Customers Use This Tool To
- In-season production forecasts for corn, soybeans, wheat driven by Gro’s yield models
- Historical production data from USDA NASS
- Current and forward cash price of wheat, corn and soybean of a specific facility
- The ability to compare current per bushel basis prices on a particular facility against other production facilities within a user specified radius as well as the ability to compare it to that facility’s historical per bushel basis prices
- Competitive analysis capabilities, ie the ability to see how much competitors are willing to pay per bushel in a given area
Why this Matters
The Supply Location Monitor helps Gro users to understand the supply of corn, soybean, and wheat available near grain production facilities in the US.
The tool shows both current and historical production-weighted basis price information, and it dynamically updates when users adjust the radius or trucking rates in the app. The app, which can analyze up to six facilities simultaneously, shows how different facilities compete for bushels when sourcing areas intersect.

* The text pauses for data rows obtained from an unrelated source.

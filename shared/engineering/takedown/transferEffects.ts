import type { LateralAction } from '../distribution/lateralActions.ts';
import type { Model } from '../model/model.ts';

import { centroidShiftIn } from './centroidShift.ts';

/** What assigned transfers do to the walls, `[action * stories * walls + story * walls + wall]`, kip and kip-in. */
export interface TransferEffects {
  readonly shearKip: Float64Array;
  readonly axialKip: Float64Array;
  readonly momentKipIn: Float64Array;
}

/**
 * Transfers of overrides.csv: shear acts in the story of the level; axial and moment enter there and go down to the wall's base, the moment
 * gaining shear times height and, where the centroid moves, the axial from above times the shift (engineering.md section 4). They belong
 * to the case with its sign, in every basis and variant. Null where there is none.
 */
export function transferEffects(model: Model, actions: readonly LateralAction[]): TransferEffects | null {
  const transfers = model.overrides.filter(({ kind }) => kind === 'transfer');
  if (transfers.length === 0) return null;
  const walls = model.walls.length;
  const plane = model.stories.length * walls;
  const column = () => new Float64Array(actions.length * plane);
  const effects = { shearKip: column(), axialKip: column(), momentKipIn: column() };
  actions.forEach((action, index) => {
    if (action.variant === 'torsion') return;
    for (const transfer of transfers) {
      if (transfer.caseName !== null && transfer.caseName !== action.case) continue;
      const at = index * plane + transfer.story * walls + transfer.wallIndex;
      effects.shearKip[at] = (effects.shearKip[at] ?? 0) + transfer.shearKip;
      effects.axialKip[at] = (effects.axialKip[at] ?? 0) + transfer.axialKip;
      effects.momentKipIn[at] = (effects.momentKipIn[at] ?? 0) + transfer.momentKipIn;
    }
    model.walls.forEach((wall, wallIndex) => {
      let axial = 0;
      let moment = 0;
      for (let story = wall.toStory; story >= wall.fromStory; story -= 1) {
        const at = index * plane + story * walls + wallIndex;
        moment += axial * centroidShiftIn(wall, story);
        axial += effects.axialKip[at] ?? 0;
        moment += (effects.shearKip[at] ?? 0) * (model.stories[story]?.heightIn ?? 0) + (effects.momentKipIn[at] ?? 0);
        effects.axialKip[at] = axial;
        effects.momentKipIn[at] = moment;
      }
    });
  });
  return effects;
}
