import { expect, test } from 'vitest';

import { toModel } from '../model/toModel.ts';
import { building, gravity, level, wall } from '../testing/handBuilding.ts';

import { gravityTakedown } from './gravityTakedown.ts';
import { lateralMoments } from './lateralMoments.ts';

/** Three stories of 10, 12 and 14 ft from the top; one wall, 20 ft long below L3 and 16 ft above, both starting at x = 0. */
const stepped = building(
  {
    levels: [level('Roof', 10), level('L3', 12), level('L2', 14)],
    walls: [
      wall('A', [0, 0, 16, 0], 10, ['Roof', 'Roof']),
      wall('A', [0, 0, 20, 0], 12, ['L2', 'L3'], { opening: 0.25 }),
    ],
    gravity: [gravity('Roof', 'A', 40, { live: 10, eccentricity: 1.5 }), gravity('L3', 'A', 60, { live: 30, snow: 5 })],
  },
  { selfWeight: true },
);

test('axial with self-weight, by hand', () => {
  const { axialKip, selfWeightKip } = gravityTakedown(toModel(stepped));
  // self-weight: Roof 16 x 10/12 x 10 x 0.15 = 20.0; L3 20 x 1 x 12 x 0.15 x 0.75 = 27.0; L2 20 x 1 x 14 x 0.15 x 0.75 = 31.5
  expect([...selfWeightKip].map((kip) => Math.round(kip * 1e6) / 1e6)).toEqual([31.5, 27, 20]);
  expect(axialKip.D[2]).toBeCloseTo(60, 9);
  expect(axialKip.D[1]).toBeCloseTo(147, 9);
  expect(axialKip.D[0]).toBeCloseTo(178.5, 9);
  expect(axialKip.L[0]).toBeCloseTo(40, 9);
  expect(axialKip.S[0]).toBeCloseTo(5, 9);
});

test('moments from eccentricity and from the centroid that moves', () => {
  const { momentKipIn } = gravityTakedown(toModel(stepped));
  // Roof: 40 x 1.5 = 60 kip-ft. L3: the upper centroid stands 8 - 10 = -2 ft along the wall: 60 + 60 x (-2) = -60 kip-ft
  expect((momentKipIn.D[2] ?? 0) / 12).toBeCloseTo(60, 9);
  expect((momentKipIn.D[1] ?? 0) / 12).toBeCloseTo(-60, 9);
  expect((momentKipIn.D[0] ?? 0) / 12).toBeCloseTo(-60, 9);
});

test('lateral moments are sums of shear times height', () => {
  const model = toModel(stepped);
  const moments = lateralMoments(model, Float64Array.of(30, 20, 10), 1);
  // Roof 10 x 10 = 100; L3 + 20 x 12 = 340; L2 + 30 x 14 = 760 kip-ft
  expect([...moments].map((value) => value / 12)).toEqual([760, 340, 100]);
});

Gro Users can apply the Supply Location Monitor to analyze the bushels available, the price that they will have to pay, and how they will compete with nearby facilities. Buyers can also conduct sensitivity analyses to determine how traveling farther or paying more per bushel might change realized costs.
With this information, users such as bank lenders or grain buyers and sellers can all more comprehensively assess and analyze supplier relationships and facilities.